Dr Brown: Sure, so usually when I'm trying to think about how I'm framing trauma informed care and what practices are actually trauma informed care, I use the SAMHSA's six principles. One of the most important of those is empowerment. So when I'm able, I try to offer patient choices in the clinical interaction. We teach our medical students about trauma informed procedures, and so a lot of that is offering patients, you know, a position of comfort. Is it more comfortable for you to sit like this or like that for the procedure? If the procedure is going to be painful, would you prefer oral pain medication or would you prefer that we do the shot of lidocaine in the wound itself? So much of when people experience trauma and adversity is about a loss of control, that as much as we're able to in the clinical interaction, in our communication with patients, reintroduce some power and some choice, that's a great way to actually demonstrate trauma informed care in your communication.

Young: What are some specific trauma informed communication practices that emergency physicians in particular can adopt quickly, particularly when interacting with patients in acute distress?

Dr Brown: A couple pointers that I teach the residents, if it's a patient who's maybe you're performing a physical exam and they're becoming distressed, we talk about grounding exercises, and there's actually some great data behind grounding exercises, both in the social work literature, all the way up to performance psychology and the military teaches grounding exercises as well. Those can be simple breathing exercises, like square breathing where you have patients inhale for four, hold their breath for four, exhale for four, and then hold again, and then exhale for four. But even a simple breathing exercise in that moment can help a patient come back into their window of tolerance and be better able to engage.

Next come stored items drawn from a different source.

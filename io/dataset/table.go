package dataset

import (
	"fmt"
	"strconv"
	"strings"
	"unicode/utf8"
)

// ColumnSpec asks for one column of a file.
type ColumnSpec struct {
	Name string // exactly as in the header or the Parquet schema
	Kind Kind
	// Levels lists an Ordinal column's labels from low to high; label
	// Levels[i] is read as i+1. It must be empty for the other kinds.
	Levels []string
}

// Spec says which file to read and how.
type Spec struct {
	Path   string // the file to read, already resolved by the caller
	Format Format
	// Missing lists the cells read as missing in CSV and TSV files, in
	// every kind of column. A cell must equal a token exactly: no trimming,
	// no case folding. Include "" for empty cells.
	Missing []string
	// Columns are the only columns read; they are returned in this order.
	// A name may appear twice with different kinds, as a Label and as a
	// Numeric or Ordinal column, and is then read both ways (a column that
	// is both a variable and a grouping column). The same name and kind
	// twice, or one name as both Numeric and Ordinal, is an error.
	Columns []ColumnSpec
}

// Column holds one column's values, one per data row.
type Column struct {
	Name string
	Kind Kind
	// Values holds a Numeric or Ordinal column's values; NaN is missing.
	// An Ordinal label Levels[i] is i+1. Nil for a Label column.
	Values []float64
	// Labels holds a Label column's text; a missing cell is "". Nil for the
	// other kinds.
	Labels []string
	// Missing marks a Label column's missing cells. Nil for the other
	// kinds, whose missing values are NaN.
	Missing []bool
}

// Table is what Read returns: the file's identity and the requested columns.
type Table struct {
	Path   string
	SHA256 string // lowercase hex SHA-256 of the bytes that were parsed
	Bytes  int64  // the number of bytes that were parsed: the file's size
	Rows   int    // data rows, the header excluded
	// Columns follow [Spec.Columns]: one per requested column, in the
	// order requested. A name repeats when it was requested with two
	// kinds; use [Table.Column] to look a column up by name and kind.
	Columns []Column
}

// Column returns the column read with the given name and kind, or nil when
// the spec did not ask for that pair.
func (t *Table) Column(name string, kind Kind) *Column {
	for i := range t.Columns {
		if c := &t.Columns[i]; c.Name == name && c.Kind == kind {
			return c
		}
	}
	return nil
}

// checkSpec reports a spec that a caller should never have built: these are
// recipe problems the recipe package is expected to catch first.
//
// A name may be requested once as a Label and once as a Numeric or Ordinal
// column; requesting the same (name, kind) twice, or a name as both Numeric
// and Ordinal, is contradictory.
func checkSpec(spec Spec) error {
	type nameKind struct {
		name string
		kind Kind
	}
	seen := make(map[nameKind]bool, len(spec.Columns))
	valueKind := make(map[string]Kind, len(spec.Columns)) // Numeric or Ordinal
	for _, c := range spec.Columns {
		switch c.Kind {
		case Numeric, Label:
			if len(c.Levels) > 0 {
				return fmt.Errorf("column %q: levels are given but the column is %s, not ordinal", c.Name, c.Kind)
			}
		case Ordinal:
			if len(c.Levels) == 0 {
				return fmt.Errorf("column %q: an ordinal column needs its levels", c.Name)
			}
			lv := make(map[string]bool, len(c.Levels))
			for _, l := range c.Levels {
				if lv[l] {
					return fmt.Errorf("column %q: level %q is listed twice", c.Name, l)
				}
				lv[l] = true
			}
		default:
			return fmt.Errorf("column %q: invalid kind %d", c.Name, int(c.Kind))
		}
		k := nameKind{c.Name, c.Kind}
		if seen[k] {
			return fmt.Errorf("column %q is requested twice as %s", c.Name, c.Kind)
		}
		seen[k] = true
		if c.Kind == Label {
			continue
		}
		if vk, ok := valueKind[c.Name]; ok && vk != c.Kind {
			return fmt.Errorf("column %q is requested both as numeric and as ordinal", c.Name)
		}
		valueKind[c.Name] = c.Kind
	}
	return nil
}

// sink receives one column's values, from Arrow arrays or as text, and
// stores them by kind. The Parquet reader uses it for every column read
// through record batches; the CSV reader applies the same value rules
// through textParser.cell.
type sink struct {
	col     *Column
	spec    ColumnSpec
	missing map[string]bool
	levels  map[string]float64 // Ordinal
	intern  map[string]string  // Label: one string per distinct label
}

func newSink(col *Column, cs ColumnSpec, missing map[string]bool) *sink {
	s := &sink{col: col, spec: cs, missing: missing}
	switch cs.Kind {
	case Ordinal:
		s.levels = make(map[string]float64, len(cs.Levels))
		for i, l := range cs.Levels {
			s.levels[l] = float64(i + 1)
		}
	case Label:
		s.intern = make(map[string]string)
	}
	return s
}

// add stores one cell; a non-nil cellProblem says why it cannot be read.
func (s *sink) add(cell string) *cellProblem {
	c := s.col
	if s.missing[cell] {
		if c.Kind == Label {
			c.Labels = append(c.Labels, "")
			c.Missing = append(c.Missing, true)
		} else {
			c.Values = append(c.Values, nan)
		}
		return nil
	}
	switch c.Kind {
	case Numeric:
		v, p := parseNumber(cell)
		if p != nil {
			return p
		}
		c.Values = append(c.Values, v)
	case Ordinal:
		v, ok := s.levels[cell]
		if !ok {
			return levelProblem(cell, s.spec.Levels)
		}
		c.Values = append(c.Values, v)
	case Label:
		l, ok := s.intern[cell]
		if !ok {
			if p := labelProblem(cell); p != nil {
				return p
			}
			l = strings.Clone(cell)
			s.intern[l] = l
		}
		c.Labels = append(c.Labels, l)
		c.Missing = append(c.Missing, false)
	}
	return nil
}

// addMissing stores a missing value (a Parquet null).
func (s *sink) addMissing() {
	c := s.col
	if c.Kind == Label {
		c.Labels = append(c.Labels, "")
		c.Missing = append(c.Missing, true)
		return
	}
	c.Values = append(c.Values, nan)
}

// labelProblem refuses a label that is not UTF-8 text: it would name a
// group in every table, and tables are UTF-8. Checked once per distinct
// label. (A numeric or ordinal cell with such bytes is refused anyway, as
// not a number or not a level.)
func labelProblem(cell string) *cellProblem {
	if utf8.ValidString(cell) {
		return nil
	}
	return &cellProblem{reason: "is not valid UTF-8 text", hint: "save the file as UTF-8; spreadsheet programs offer it as \"CSV UTF-8\""}
}

// levelProblem explains a label that is not among the levels, with a hint
// when it differs from one only in case or surrounding spaces.
func levelProblem(cell string, levels []string) *cellProblem {
	q := make([]string, len(levels))
	for i, l := range levels {
		q[i] = strconv.Quote(l)
	}
	p := &cellProblem{reason: "is not one of the declared levels " + strings.Join(q, ", ")}
	t := strings.TrimSpace(cell)
	for _, l := range levels {
		if strings.EqualFold(t, strings.TrimSpace(l)) {
			p.hint = fmt.Sprintf("did you mean %q? levels must match exactly, including case and spaces", l)
			break
		}
	}
	if cell == "" && p.hint == "" {
		p.hint = `if empty cells mean "no value", add "" to the dataset's missing tokens`
	}
	return p
}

 There's a couple of things emergency physicians can do if it's a patient who is maybe very upset with their care. A couple of things that I do very rapidly is to establish trust. Trust is one of the principles. I usually do that by validating their experience and concern. I'll say something like, "I'm sorry you felt ignored the last time you were in the emergency department." And then I flip to collaboration, another one of the principles, and try to rapidly identify the patient's main concern and then collaborate, coordinate with the patient to address that. So I'll say, you know, if pain is their main concern, I'll say something like, “I also want to treat your pain. Help me do that. What has worked well for you in the past?” So in that way, we're collaborating, and then we're even empowering the patient to become involved in their care. Share with us share with us the answer, help us get to the right answer as quickly as possible for you.

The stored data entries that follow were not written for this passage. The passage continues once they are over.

package dataset

import (
	"context"
	"math"
	"os"
	"path/filepath"
	"slices"
	"testing"
)

func TestProfileCSV(t *testing.T) {
	// Invented: a number column with a NaN and a missing cell, a column of
	// numbers written two ways, text, a repeated name and an empty column.
	data := "id,score,dose,grade,dup,dup,blank\n" +
		"a,3,1.0,low,x,y,\n" +
		"b,NaN,1,high,x,y,NA\n" +
		"c,1,2,mid,x,y,\n" +
		"d,NA,10,low,x,y,\n" +
		"e,3,2e0,low,x,y,\n"
	p := filepath.Join(t.TempDir(), "t.csv")
	if err := os.WriteFile(p, []byte(data), 0o644); err != nil {
		t.Fatal(err)
	}
	prof, err := Profile(context.Background(), p, CSV, []string{"", "NA"})
	if err != nil {
		t.Fatal(err)
	}
	if prof.Rows != 5 || len(prof.Columns) != 6 {
		t.Fatalf("rows %d, %d columns: %+v", prof.Rows, len(prof.Columns), prof.Columns)
	}
	byName := map[string]ColumnProfile{}
	for _, c := range prof.Columns {
		byName[c.Name] = c
	}
	check := func(name string, typ ColumnType, n, missing, distinct int, ties float64) ColumnProfile {
		t.Helper()
		c := byName[name]
		if c.Type != typ || c.N != n || c.Missing != missing || c.Distinct != distinct || !(c.TieShare == ties || math.IsNaN(ties) && math.IsNaN(c.TieShare)) {
			t.Errorf("%s: %v n=%d missing=%d distinct=%d ties=%v; want %v %d %d %d %v", name, c.Type, c.N, c.Missing, c.Distinct, c.TieShare, typ, n, missing, distinct, ties)
		}
		return c
	}
	check("id", TypeText, 5, 0, 5, 0)
	// NaN is missing, as in a run; the two 3s are tied: 2 of 3 values.
	if c := check("score", TypeNumber, 3, 2, 2, 2.0/3); c.Min != 1 || c.Max != 3 {
		t.Errorf("score range %v to %v", c.Min, c.Max)
	}
	// "1.0" and "1", "2" and "2e0" are the same numbers.
	if c := check("dose", TypeNumber, 5, 0, 3, 4.0/5); c.Min != 1 || c.Max != 10 {
		t.Errorf("dose range %v to %v", c.Min, c.Max)
	}
	if c := check("grade", TypeText, 5, 0, 3, 3.0/5); !slices.Equal(c.Labels, []string{"high", "low", "mid"}) {
		t.Errorf("grade labels %q", c.Labels)
	}
	if c := byName["dup"]; !c.Repeated || c.Type != TypeOther {
		t.Errorf("dup: %+v", c)
	}
	check("blank", TypeEmpty, 0, 5, 0, math.NaN())
}

func TestProfileParquet(t *testing.T) {
	p := writeOrchardParquet(t, 3)
	prof, err := Profile(context.Background(), p, Parquet, nil)
	if err != nil {
		t.Fatal(err)
	}
	want := []struct {
		name     string
		typ      ColumnType
		stored   string
		n, miss  int
		distinct int
	}{
		{"plot", TypeText, "utf8", 7, 0, 7},
		{"block", TypeNumber, "int32", 7, 0, 4},
		{"yield_kg", TypeNumber, "float64", 5, 2, 5}, // a null and a NaN
		{"grade", TypeText, "utf8", 6, 1, 4},         // "" is a label in Parquet
		{"trees", TypeNumber, "uint8", 7, 0, 7},
		{"netted", TypeOther, "bool", 0, 0, 0},
		{"price", TypeNumber, "decimal(9, 2)", 6, 1, 6},
		{"variety", TypeText, "dictionary<values=utf8, indices=int16, ordered=false>", 7, 0, 3},
		{"ratio", TypeNumber, "float32", 7, 0, 7},
		{"site", TypeOther, "struct<lat: float64>", 0, 0, 0},
	}
	if len(prof.Columns) != len(want) {
		t.Fatalf("%d columns", len(prof.Columns))
	}
	for i, w := range want {
		c := prof.Columns[i]
		if c.Name != w.name || c.Type != w.typ || c.Stored != w.stored || c.N != w.n || c.Missing != w.miss || c.Distinct != w.distinct {
			t.Errorf("column %d: %+v, want %+v", i, c, w)
		}
	}
	if y := prof.Columns[2]; y.Min != -2.25 || !math.IsInf(y.Max, 1) {
		t.Errorf("yield_kg range %v to %v", y.Min, y.Max)
	}
	// block: 1, 1, 2, 2, 3, -1, 3: six of seven values are tied.
	if b := prof.Columns[1]; b.TieShare != 6.0/7 {
		t.Errorf("block tie share %v", b.TieShare)
	}
}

Young: Could you also provide some examples for how to adopt trauma informed communication practices in a behavioral crisis?

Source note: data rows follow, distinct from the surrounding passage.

package dataset

import (
	"context"
	"errors"
	"math"
	"os"
	"os/exec"
	"path/filepath"
	"runtime"
	"slices"
	"strings"
	"testing"

	"github.com/apache/arrow-go/v18/arrow"
	"github.com/apache/arrow-go/v18/arrow/array"
	"github.com/apache/arrow-go/v18/arrow/decimal128"
	"github.com/apache/arrow-go/v18/arrow/memory"
	"github.com/apache/arrow-go/v18/parquet"
	"github.com/apache/arrow-go/v18/parquet/pqarrow"
)

// writeOrchardParquet writes an invented orchard table of 7 rows to a
// Parquet file, in row groups of rowGroup rows, and returns its path. The
// tests expect exactly the values written here.
func writeOrchardParquet(t testing.TB, rowGroup int64) string {
	t.Helper()
	mem := memory.DefaultAllocator
	schema := arrow.NewSchema([]arrow.Field{
		{Name: "plot", Type: arrow.BinaryTypes.String},
		{Name: "block", Type: arrow.PrimitiveTypes.Int32},
		{Name: "yield_kg", Type: arrow.PrimitiveTypes.Float64, Nullable: true},
		{Name: "grade", Type: arrow.BinaryTypes.String, Nullable: true},
		{Name: "trees", Type: arrow.PrimitiveTypes.Uint8},
		{Name: "netted", Type: arrow.FixedWidthTypes.Boolean},
		{Name: "price", Type: &arrow.Decimal128Type{Precision: 9, Scale: 2}, Nullable: true},
		{Name: "variety", Type: &arrow.DictionaryType{IndexType: arrow.PrimitiveTypes.Int16, ValueType: arrow.BinaryTypes.String}},
		{Name: "ratio", Type: arrow.PrimitiveTypes.Float32},
		{Name: "site", Type: arrow.StructOf(arrow.Field{Name: "lat", Type: arrow.PrimitiveTypes.Float64})},
	}, nil)
	b := array.NewRecordBuilder(mem, schema)
	defer b.Release()
	valid := []bool{true, true, false, true, true, true, true}
	b.Field(0).(*array.StringBuilder).AppendValues([]string{"P1", "P2", "P3", "P4", "P5", "P6", "P7"}, nil)
	b.Field(1).(*array.Int32Builder).AppendValues([]int32{1, 1, 2, 2, 3, -1, 3}, nil)
	b.Field(2).(*array.Float64Builder).AppendValues([]float64{10.5, math.NaN(), 0, math.Inf(1), -2.25, 7, 1e300}, valid)
	b.Field(3).(*array.StringBuilder).AppendValues([]string{"fancy", "cull", "", "extra fancy", "standard", "fancy", "cull"}, []bool{true, true, true, false, true, true, true})
	b.Field(4).(*array.Uint8Builder).AppendValues([]uint8{4, 5, 6, 250, 0, 1, 2}, nil)
	b.Field(5).(*array.BooleanBuilder).AppendValues([]bool{true, false, true, false, true, false, true}, nil)
	pb := b.Field(6).(*array.Decimal128Builder)
	for i, c := range []int64{125, -50, 0, 99999, 1, 10, 300} {
		if i == 2 {
			pb.AppendNull()
			continue
		}
		pb.Append(decimal128.FromI64(c))
	}
	vb := b.Field(7).(*array.BinaryDictionaryBuilder)
	for _, v := range []string{"gala", "fuji", "gala", "braeburn", "fuji", "gala", "gala"} {
		if err := vb.AppendString(v); err != nil {
			t.Fatal(err)
		}
	}
	b.Field(8).(*array.Float32Builder).AppendValues([]float32{0.5, 0.25, 1, 2, 4, 8, 16}, nil)
	sb := b.Field(9).(*array.StructBuilder)
	for i := range 7 {
		sb.Append(true)
		sb.FieldBuilder(0).(*array.Float64Builder).Append(float64(i))
	}
	rec := b.NewRecordBatch()
	defer rec.Release()
	tbl := array.NewTableFromRecords(schema, []arrow.RecordBatch{rec})
	defer tbl.Release()

	p := filepath.Join(t.TempDir(), "orchard.parquet")
	f, err := os.Create(p)
	if err != nil {
		t.Fatal(err)
	}
	props := parquet.NewWriterProperties(parquet.WithAllocator(mem))
	if err := pqarrow.WriteTable(tbl, f, rowGroup, props, pqarrow.NewArrowWriterProperties(pqarrow.WithStoreSchema())); err != nil {
		t.Fatal(err)
	}
	_ = f.Close() // WriteTable has closed it already
	return p
}

func TestReadParquet(t *testing.T) {
	defer func(n int) { batchRows = n }(batchRows)
	for _, c := range []struct {
		rowGroup int64
		batch    int
	}{{1024, 1 << 16}, {3, 2}, {2, 5}} {
		batchRows = c.batch
		p := writeOrchardParquet(t, c.rowGroup)
		tab := mustRead(t, Spec{
			Path:    p,
			Format:  Parquet,
			Missing: []string{"P3"}, // ignored for Parquet
			Columns: []ColumnSpec{
				// Row 3 holds "", listed here as the lowest level.
				{Name: "grade", Kind: Ordinal, Levels: append([]string{""}, grades...)},
				{Name: "yield_kg", Kind: Numeric},
				{Name: "plot", Kind: Label},
				{Name: "block", Kind: Label},
				{Name: "trees", Kind: Numeric},
				{Name: "price", Kind: Numeric},
				{Name: "variety", Kind: Label},
				{Name: "ratio", Kind: Numeric},
			},
		})
		if tab.Rows != 7 {
			t.Fatalf("row groups of %d, batches of %d: Rows = %d", c.rowGroup, c.batch, tab.Rows)
		}
		want := map[string][]float64{
			"grade":    {4, 2, 1, nan, 3, 4, 2}, // row 4 is null
			"yield_kg": {10.5, nan, nan, inf, -2.25, 7, 1e300},
			"trees":    {4, 5, 6, 250, 0, 1, 2},
			"price":    {1.25, -0.5, nan, 999.99, 0.01, 0.1, 3},
			"ratio":    {0.5, 0.25, 1, 2, 4, 8, 16},
		}
		for name, w := range want {
			kind := Numeric
			if name == "grade" {
				kind = Ordinal
			}
			if got := tab.Column(name, kind).Values; !sameFloats(got, w) {
				t.Errorf("%s = %v, want %v", name, got, w)
			}
		}
		if got := tab.Column("plot", Label).Labels; !slices.Equal(got, []string{"P1", "P2", "P3", "P4", "P5", "P6", "P7"}) {
			t.Errorf("plot = %q", got)
		}
		if got := tab.Column("block", Label).Labels; !slices.Equal(got, []string{"1", "1", "2", "2", "3", "-1", "3"}) {
			t.Errorf("block = %q", got)
		}
		if got := tab.Column("variety", Label).Labels; !slices.Equal(got, []string{"gala", "fuji", "gala", "braeburn", "fuji", "gala", "gala"}) {
			t.Errorf("variety = %q", got)
		}
		sum, n, err := HashFile(p)
		if err != nil || tab.SHA256 != sum || tab.Bytes != n {
			t.Errorf("SHA256, Bytes = %s, %d; HashFile gives %s, %d, %v", tab.SHA256, tab.Bytes, sum, n, err)
		}
		if tab.Column("grade", Label) != nil || tab.Column("nope", Numeric) != nil {
			t.Error("Column found a (name, kind) that was not requested")
		}
	}
}

func TestReadParquetGradeErrors(t *testing.T) {
	p := writeOrchardParquet(t, 3)
	// Row 3 holds "", which is not a level; row 4 is null, hence missing.
	_, err := Read(context.Background(), Spec{Path: p, Format: Parquet, Columns: []ColumnSpec{
		{Name: "plot", Kind: Label},
		{Name: "grade", Kind: Ordinal, Levels: grades},
	}})
	want := p + `: row 3, column "grade": value "" is not one of the declared levels "cull", "standard", "fancy", "extra fancy" (hint: if empty cells mean "no value", add "" to the dataset's missing tokens)`
	var ce *CellError
	if !errors.As(err, &ce) || err.Error() != want || ce.Line != 0 {
		t.Errorf("err\n got %v\nwant %s", err, want)
	}
	// An integer column read as ordinal matches its decimal text.
	_, err = Read(context.Background(), Spec{Path: p, Format: Parquet, Columns: []ColumnSpec{
		{Name: "block", Kind: Ordinal, Levels: []string{"1", "2", "3"}},
	}})
	if !errors.As(err, &ce) || ce.Row != 6 || ce.Value != "-1" || ce.Column != "block" {
		t.Errorf("block as ordinal: err = %v, want row 6 value -1", err)
	}
}

func TestReadParquetTypeErrors(t *testing.T) {
	p := writeOrchardParquet(t, 1024)
	for _, c := range []struct {
		col          ColumnSpec
		reason, hint string
	}{
		{ColumnSpec{Name: "grade", Kind: Numeric}, "holds text (utf8), not numbers", "declare its levels to read it as ordinal"},
		{ColumnSpec{Name: "variety", Kind: Numeric}, "holds text (dictionary<values=utf8, indices=int16, ordered=false>), not numbers", "declare its levels to read it as ordinal"},
		{ColumnSpec{Name: "netted", Kind: Numeric}, "has type bool, which cannot be read as numbers", "store it as integers 0 and 1, or as text"},
		{ColumnSpec{Name: "netted", Kind: Label}, "has type bool, which cannot be read as labels", "store it as integers 0 and 1, or as text"},
		{ColumnSpec{Name: "yield_kg", Kind: Label}, "has type float64, which cannot be read as labels", "only text and integer columns can be read as labels"},
		{ColumnSpec{Name: "price", Kind: Ordinal, Levels: []string{"1.25"}}, "has type decimal(9, 2), which cannot be read as ordinal levels", "only text and integer columns can be read as ordinal levels"},
		{ColumnSpec{Name: "site", Kind: Numeric}, "has the nested type struct<lat: float64>, which cannot be read", "only top-level columns of numbers or text can be read; write its fields as columns of their own"},
		{ColumnSpec{Name: "site", Kind: Label}, "has the nested type struct<lat: float64>, which cannot be read", "only top-level columns of numbers or text can be read; write its fields as columns of their own"},
	} {
		// The bad column comes second, after a good one.
		_, err := Read(context.Background(), Spec{Path: p, Format: Parquet, Columns: []ColumnSpec{{Name: "plot", Kind: Label}, c.col}})
		var ce *ColumnError
		if !errors.As(err, &ce) {
			t.Errorf("%s as %s: err = %v, want a *ColumnError", c.col.Name, c.col.Kind, err)
			continue
		}
		if ce.Path != p || ce.Column != c.col.Name || ce.Reason != c.reason || ce.Hint != c.hint {
			t.Errorf("%s as %s: %+v\nwant reason %q, hint %q", c.col.Name, c.col.Kind, *ce, c.reason, c.hint)
		}
	}
	_, err := Read(context.Background(), Spec{Path: p, Format: Parquet, Columns: []ColumnSpec{{Name: "netted", Kind: Numeric}}})
	want := p + `: column "netted" has type bool, which cannot be read as numbers (hint: store it as integers 0 and 1, or as text)`
	if err == nil || err.Error() != want {
		t.Errorf("message\n got %v\nwant %s", err, want)
	}
	_, err = Read(context.Background(), Spec{Path: p, Format: Parquet, Columns: []ColumnSpec{{Name: "yeild_kg", Kind: Numeric}}})
	var me *MissingColumnError
	if !errors.As(err, &me) || me.Suggest != "yield_kg" {
		t.Errorf("err = %v, want a MissingColumnError suggesting yield_kg", err)
	}
	// A CSV file is not a Parquet file.
	if _, err := Read(context.Background(), Spec{Path: "testdata/orchard_harvest.csv", Format: Parquet}); err == nil || !strings.Contains(err.Error(), "not a Parquet file") {
		t.Errorf("CSV as Parquet: err = %v", err)
	}
}

func TestParquetHeaderAndEmpty(t *testing.T) {
	p := writeOrchardParquet(t, 1024)
	h, err := Header(p, Parquet)
	if err != nil {
		t.Fatal(err)
	}
	if want := []string{"plot", "block", "yield_kg", "grade", "trees", "netted", "price", "variety", "ratio", "site"}; !slices.Equal(h, want) {
		t.Errorf("Header = %q, want %q", h, want)
	}

	// A table with a schema and no rows.
	schema := arrow.NewSchema([]arrow.Field{{Name: "x", Type: arrow.PrimitiveTypes.Float64}}, nil)
	tbl := array.NewTableFromRecords(schema, nil)
	defer tbl.Release()
	q := filepath.Join(t.TempDir(), "empty.parquet")
	f, err := os.Create(q)
	if err != nil {
		t.Fatal(err)
	}
	if err := pqarrow.WriteTable(tbl, f, 1024, nil, pqarrow.DefaultWriterProps()); err != nil {
		t.Fatal(err)
	}
	f.Close()
	tab := mustRead(t, Spec{Path: q, Format: Parquet, Columns: []ColumnSpec{{Name: "x", Kind: Numeric}}})
	if tab.Rows != 0 || len(tab.Columns[0].Values) != 0 {
		t.Errorf("empty Parquet: %+v", tab)
	}
}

Dr Brown: This comes up not infrequently in emergency medicine, where we interact with patients with behavioral health crisis. I think two really important, I guess three important principles. The first being safety. We need to make sure that in those interactions that our staff are safe and feel safe, as well as we're also trying to protect the patient and maintain their own safety.

Transparency is really important that's one of the principles and usually for patients I demonstrate this in terms of setting very clear limits. I identify this behavior, whether that is yelling, swearing, you know, maybe it's being physically aggressive with staff. I say this behavior and identify it will result in this consequence. And I clearly state what the consequence will be. If that's either has to be physical restraint or restraint with medication. And then I try to offer some control back into that situation as well. I always offer patients the opportunity to take oral medication or I offer them, you know, a chance to stop their behavior, return to their room, and if they're not able to do that, they know what the consequence is. It's not a perfect system, but as much as we're able to reintroduce those principles of trauma informed care into that interaction, hopefully that keeps our staff and our patients safe.

Young: Thank you so much for joining us on the podcast today. We appreciate your time.